Но до вершин - тюрьмы или колонии, где заканчивали учёбу многие воспитанники этого училища, я не добрался. Более того: на этом фоне я выглядел отличником, комсомольцем и почти красавцем, короче говоря, по окончании училища я был направлен в институт.
Полтора года, проведённых в Ленинграде, оказались следующим этапным временем в моей молодой жизни. Если в училище я набрался жизненного опыта, то в Ленинградском институте инженеров железнодорожного транспорта я набирался опыта художественного. Дело в том, что при этом институте работала театральная студия, которую вёл Владимир Афанасьевич Малыщицкий, основавший позже Молодёжный театр на Фонтанке. Его спектакли приходила смотреть вся интеллигенция северной столицы. Мне же удалось — сам до сих пор не пойму как — попасть в эту труппу. Правда, актёра из меня не получилось, как не получилось и студента-железнодорожника.

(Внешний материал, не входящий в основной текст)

echo "== fewer steps than ranks: the first 2 steps of a sample run on 3 ranks, whole and split in blocks of rows"
ncks -O -d time,0,1 sample-grids/curvilinear/pathway-moderate/*.nc "$work/two-steps-input.nc"
two=("$work/two-steps-input.nc")
# One output chunk per step by default (steps dealt whole); 6-row chunks and slabs under this
# budget (each step split into blocks of rows).
for budget_two in "" 131M; do
    name="two-steps${budget_two:+-$budget_two}"
    more=(${budget_two:+--memory-budget "$budget_two"})
    "$serial" compute "${two[@]}" -o "$work/$name.nc" "${more[@]}" >"$work/$name.log" 2>&1 \
        || { cat "$work/$name.log"; fail "$name: single process"; continue; }
    grep -o '[0-9]* slab(s) per step' "$work/$name.log"
    out="$work/$name-3.nc"
    if mpi_run 3 "${two[@]}" -o "$out" "${more[@]}" >"$out.log" 2>&1; then
        same "$work/$name.nc" "$out" "2 steps on 3 ranks${budget_two:+ ($budget_two)}" "$work/$name.log" "$out.log"
    else
        cat "$out.log"; fail "2 steps on 3 ranks${budget_two:+ ($budget_two)}: exit status"
    fi
done
grep -q ' 1 slab(s) per step' "$work/two-steps-131M.log" && fail "131M gives one slab per step"
out="$work/two-steps-stopped.nc"
more=(--memory-budget 131M)
if ACIDSCAPE_STOP_AFTER_STEPS=1 mpi_run 3 "${two[@]}" -o "$out" "${more[@]}" >"$out.log" 2>&1; then
    fail "2 steps on 3 ranks stopped after 1: exited 0"
fi
if mpi_run 2 "${two[@]}" -o "$out" "${more[@]}" --resume >"$out.log.resume" 2>&1; then
    grep -o 'resumed at time step [0-9]*' "$out.log.resume" || fail "2 steps on 3 ranks stopped after 1: not resumed"
    same "$work/two-steps-131M.nc" "$out" "2 steps on 3 ranks stopped after 1, then --resume on 2 ranks" \
        "$work/two-steps-131M.log" "$out.log.resume"
else
    cat "$out.log.resume"; fail "2 steps on 3 ranks stopped after 1, then --resume on 2 ranks: exit status"
fi
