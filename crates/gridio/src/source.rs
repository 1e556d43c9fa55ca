//! One variable of the run, possibly spread over several files along time, and the
//! reading of its hyperslabs in canonical (level, row, col) order.

use crate::axes::{classify_dims, position, Axis};
use crate::catalog::{dim_lens, InputFile, MaskRule};
use crate::chunk_cache::{open_with_chunk_cache, Chunking};
use crate::error::{GridError, Result};
use crate::timeline::TimeSpan;
use netcdf::types::{FloatType, NcVariableType};
use netcdf::Extent;
use rayon::prelude::*;
use std::ops::Range;
use std::path::{Path, PathBuf};
use std::sync::Mutex;

/// One file's part of a variable, with that file's own layout and mask.
#[derive(Clone, Debug)]
pub(crate) struct Piece {
    pub file: usize,
    pub first_step: usize,
    pub steps: usize,
    pub mask: MaskRule,
    /// Axes in this file's dimension order.
    pub axes: Vec<Axis>,
    /// Bytes the file's header promises (re-checked before each read).
    pub expected_len: u64,
    /// How this file stores the variable (for its chunk cache).
    pub chunking: Chunking,
}

impl Piece {
    /// A piece of one step in one file (static variables, coordinates).
    pub fn whole(file: &InputFile, index: usize, var: &netcdf::Variable, axes: Vec<Axis>) -> Piece {
        Piece {
            file: index,
            first_step: 0,
            steps: 1,
            mask: MaskRule::of(var),
            expected_len: file.expected.length,
            chunking: Chunking::of(var),
            axes,
        }
    }
}

/// A variable located in the run's files.
#[derive(Clone, Debug)]
pub(crate) struct VarSource {
    pub name: String,
    /// Axes in file order.
    pub axes: Vec<Axis>,
    /// Dimension lengths in file order (time length of the first piece).
    pub lens: Vec<usize>,
    pub pieces: Vec<Piece>,
    /// Where the values are read from (see [`DataHandle`]).
    pub data: DataHandle,
}
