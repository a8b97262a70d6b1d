// The chair's conflicts of interest through HTTP on the test MariaDB: a chair on a proposal's team
// (PI or Co-I) or with a declared conflict reads its hours but not its grades, scores, comments or
// reviewers, and every change they try to it is refused with a 403 naming it; another chair of the
// same call reads and changes it as usual; fill by rank ignores what the conflicted chair set.
import { Op } from "sequelize";
import { beforeAll, describe, expect, it } from "vitest";
import { computeFeasibilitySheet } from "~/lib/proposals/feasibility.server";
import { Allocation, BoardEntry, CallOffer, Proposal, ReviewAssignment } from "~/models/index.server";
import { postForAnswer, request } from "../helpers/app";
import { ensureDatabase } from "../helpers/db";
import { committeeNote, conflictedCall, DECLARED_REASON } from "./chair-conflicts-fixtures";

const WITHHELD = "withheld: you have a conflict on this proposal";
type Fixture = Awaited<ReturnType<typeof conflictedCall>>;
let f: Fixture;
let cell: { telescopeId: number; moonCategory: "dark" | "grey" | "bright" };
const json = (cookie: string) => ({ Cookie: cookie, "Content-Type": "application/json" });
type BoardRow = { proposalId: number; code: string; rawMean: number | null; normalisedScore: number | null; computedRank: number | null; requested: unknown[]; withheld: string | null };

beforeAll(async () => {
  await ensureDatabase();
  f = await conflictedCall("Chair COI");
  const t = (await computeFeasibilitySheet({ proposalId: f.proposals[1].id })).totals.find((x) => x.semesterCode === f.call.semesterCode && x.hours > 0)!;
  cell = { telescopeId: t.telescopeId, moonCategory: t.moonCategory };
});

const row = (p: Proposal, hours: number) => ({ proposalId: p.id, ...cell, semesterCode: f.call.semesterCode, hours });
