// The feasibility sheet: the technical case of one proposal, computed from plain data (no
// database) with the science core in ./astro. `feasibility.server.ts` loads the data and calls
// `buildFeasibilitySheet`; the route, the JSON API, the submission check and the proposal PDF
// all read the same result.
//
// Conventions (stated on the sheet):
// - An observation asking for dark time can use dark nights only; grey time: dark or grey
//   nights; bright time: any night. Moon categories and twilight as in astro/visibility.ts.
// - Exposure and SNR per frame at the observation's airmass limit (the worst airmass it accepts),
//   so the SNR holds wherever the target is observed. Saturation is checked at the target's best
//   airmass (at transit), where the star is brightest.
// - Time per epoch = frames × (exposure + readout) + acquisition.
// - An observation is astrometric when it has a baseline (years). Its epochs are the PI's
//   planned epochs when there are any, otherwise a plan proposed by astro/astrometry.ts
//   (exactly "epochs per semester" in each semester of the baseline — the call's semester and
//   the ones after it, with the dates the office set where a call exists, else six-month steps —
//   placed by the planner inside that semester's visibility windows).
// - Moon time: every observable window is split at moonrise and moonset (astro/visibility.ts,
//   MOON_TIME_RULE). An observation asking for dark time may use the dark hours only; grey: dark
//   and grey hours; bright: all hours.
// - Magnitudes per band: the exposure uses the target's magnitude in the observation's band.
//   When the target has none in that band, the nearest band it has is used with colour 0 and a
//   warning says so; with no magnitude at all, nothing is assumed.

import { AIRMASS_FORMULA, airmass } from "../astro/airmass";
import {
  EPOCH_TOLERANCE_NIGHTS,
  FRAGILE_BELOW_NIGHTS,
  centroidPrecisionMas,
  epochPrecisionMas,
  fitPrecision,
  roundNoNegativeZero,
  parallaxFactors,
  planEpochs,
  type Plan,
} from "../astro/astrometry";
import type { Target as AstroTarget } from "../astro/coordinates";
import { computeExposure, secondsPerEpoch, type ExposureResult } from "../astro/exposure";
import { BANDS, isBand, type Band } from "../astro/bands";
import { DAY_MS, dayNumber } from "../astro/time";
import { semesterSequence, type SemesterSpan } from "../semesters";
import {
  MOON_CATEGORY_THRESHOLDS,
  MOON_TIME_RULE,
  REFRACTION_MODEL,
  darkHoursByMoon,
  ensureMoonTimes,
  TWILIGHT_ALTITUDE_DEG,
  limitAltitude,
  moonAllows,
  prepareSiteNights,
  summarise,
  targetNights,
  type Site,
  type TargetNight,
} from "../astro/visibility";
import { moonCategories, type MoonCategory } from "../domain";

// ---------------------------------------------------------------------------------------------
// Input

export type SheetTelescope = { id: number; name: string; site: Site; apertureM: number; centralObstruction: number };
export type SheetInstrument = {
  id: number;
  telescopeId: number;
  name: string;
  pixelScaleArcsec: number;
  readNoiseE: number;
  darkEPerPixelPerS: number;
  gainEPerAdu: number;
  fullWellE: number;
  readoutSeconds: number;
  acquisitionSeconds: number;
  astrometricFloorMas: number;
  throughput: number;
};
export type SheetFilter = {
  id: number;
  instrumentId: number;
  band: string;
  zeroPointPhotons: number;
  extinctionMagPerAirmass: number;
  skyDarkMag: number;
  skyGreyMag: number;
  skyBrightMag: number;
};
export type SheetTarget = {
  id: number;
  name: string;
  raDeg: number;
  decDeg: number;
  pmRaMasPerYr: number | null;
  pmDecMasPerYr: number | null;
  /** magnitudes by band (band → magnitude); `magnitude`/`band` are the first of them */
  magnitudes: Record<string, number>;
  magnitude: number | null;
  band: string | null;
};
export type SheetEpoch = { id?: number; date: string; semesterCode: string; status: "planned" | "observed" | "missed" };
export type SheetObservation = {
  id: number;
  targetId: number;
  instrumentId: number;
  filterId: number;
  snrGoal: number | null;
  exposureSeconds: number | null;
  framesPerEpoch: number;
  epochsPerSemester: number;
  baselineYears: number | null;
  requiredPmPrecisionMasPerYr: number | null;
  moonCategory: MoonCategory;
  maxAirmass: number;
  seeingArcsec: number;
  epochs: SheetEpoch[];
  /** ± nights in which an epoch may be taken (default EPOCH_TOLERANCE_NIGHTS) */
  epochToleranceNights?: number;
};
export type FeasibilityInput = {
  proposalId: number;
  call: {
    semesterCode: string;
    semesterStart: string;
    semesterEnd: string;
    offers: { telescopeId: number; moonCategory: MoonCategory; hoursOffered: number }[];
    /** dates of later semesters where the office has set up their calls (code, start, end) */
    laterSemesters?: SemesterSpan[];
  };
  isMultiSemester: boolean;
  semestersRequested: string[];
  telescopes: SheetTelescope[];
  instruments: SheetInstrument[];
  filters: SheetFilter[];
  targets: SheetTarget[];
  observations: SheetObservation[];
};
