export async function action({ request, params }: Route.ActionArgs) {
  const user = await requireRole(request, "chair");
  const callId = idParam(params.callId, "call");
  return formAction(request, boardIntents, async (input) => {
    // `at` tells the page a new success apart from the last one (the move form then starts empty)
    const done = (message: string) => ({ ok: true as const, intent: input.intent, message, at: Date.now() });
    switch (input.intent) {
      case "fill": {
        const filled = await fillAllocationByRank({ actor: user, callId, replaceHandSet: input.replaceHandSet });
        const count = (tier: string) => filled.tiers.filter((t) => t.tier === tier).length;
        const kept = filled.kept.length ? ` ${filled.kept.length} proposal${filled.kept.length === 1 ? "" : "s"} whose hours you set by hand kept as ${filled.kept.length === 1 ? "it is" : "they are"}.` : "";
        return done(`Filled by rank: ${count("assured")} assured, ${count("queue")} queue, ${count("filler")} filler, ${filled.tiers.filter((t) => t.tier === null).length} without hours.${kept}`);
      }
      case "lock": {
        const { outcomes } = await lockAllocation({ actor: user, callId });
        return done(`Allocation locked: ${outcomes.accepted} accepted, ${outcomes.waitlisted} waitlisted, ${outcomes.declined} declined. Nobody has been told yet.`);
      }
      case "unlock":
        await unlockAllocation({ actor: user, callId, reason: input.reason });
        return done("Allocation unlocked; the proposals are in review again.");
      case "move":
        await moveOnBoard({ actor: user, callId, proposalId: input.proposalId, chairRank: input.chairRank, reason: input.reason });
        return done(input.chairRank === null ? "Returned to its computed rank." : `Moved to position ${input.chairRank}.`);
    }
  });
}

Бросив институт, я ушёл служить в армию, или школу жизни, которую уже в те времена советовали проходить заочно. Но и очное обучение в ней после училища меня уже не испугало, а только удручило своей нудностью, Отслужив, я поступил на факультет журналистики МГУ. С тех пор пишу профессионально, но, слава богу, не в журналистике.
ВМЕСТО ПРЕДИСЛОВИЯ
За столом под водочку с закуской
русский я, я безусловно русский.
А когда я крупно отоварен,
значит, я еврей или татарин.
Лишь одно во мне без перемен:
в чем-то где-то я порой туркмен.
СЫН, ВЕРНУВШИЙСЯ ДОМОЙ
ПОДРАЖАНИЕ КЛАССИКАМ
Был я молод — кровь кипела и ходило ходуном нерастраченное тело, а сегодня плешь блином, ног не чую, руки слабы, возле некому помочь, ни ребёнка нет, ни бабы. Ночь! По ночной бреду дороге, справа — крест и слева — крест. Выносите меня, ноги, из проклятых этих мест... Шаг неровен. У могилок не видать во тьме ни зги. Только жизнь сосут из жилок неживые огоньки. Чу, летит быстра и хватка нечисть, крыльями шурша. Да чего ж ты лезешь в пятки, моя вечная душа?! Налетели, рвутся к шее, дотянуть бы до зари, защищаюсь, как умею, а они, нетопыри, как ворьё по телу рыщут, в уши свищут, в рёбра бьют, их кровавые губищи так и ищут, так и ищут... Весь я тут! Вот они вонзают разом свои острые носы — и зашёл мой ум за разум, рвут живое мясо, псы!.. Вдруг заминка, я поднялся, а они как заорут:"Да на кой ты нам попался? Ах, мошенник, ах ты плут! Ты же пуст, хоть ясен ликом, значит, всё отдал любви?.." — и пропали твари с криком:"Живи-и!"
***
Дорога к моей женщине проходит вдоль железнодорожного пути. Затем надо идти широким полем. На полпути меж рельсами и полем лежит пустырь. И стынет неба ширь...
Здесь по колено был фундамент. Под ногами под белым снегом плотен чёрный цвет. Как след. И меркнет белый свет...
На уровне моих коленей мелькают ноги чьих-то теней. Босые ноги, нагие тени. Жена чужая меня не видит, а видит мужа. Чтоб не столкнуться, иду сторонкой. Я здесь не нужен. Скрипят кровати или снежинки под ботинком? Вот что-то взвыло, тираня уши. Метель? Пластинка? Летит мелодия шальная, меня пугая. А люди-тени её не слышат и засыпают. И засыпает снег бескрылый всё, что остыло. И дом стоит без стен, без крыши, и всё равно ему, что слышит прохожий. Он не этим дышит...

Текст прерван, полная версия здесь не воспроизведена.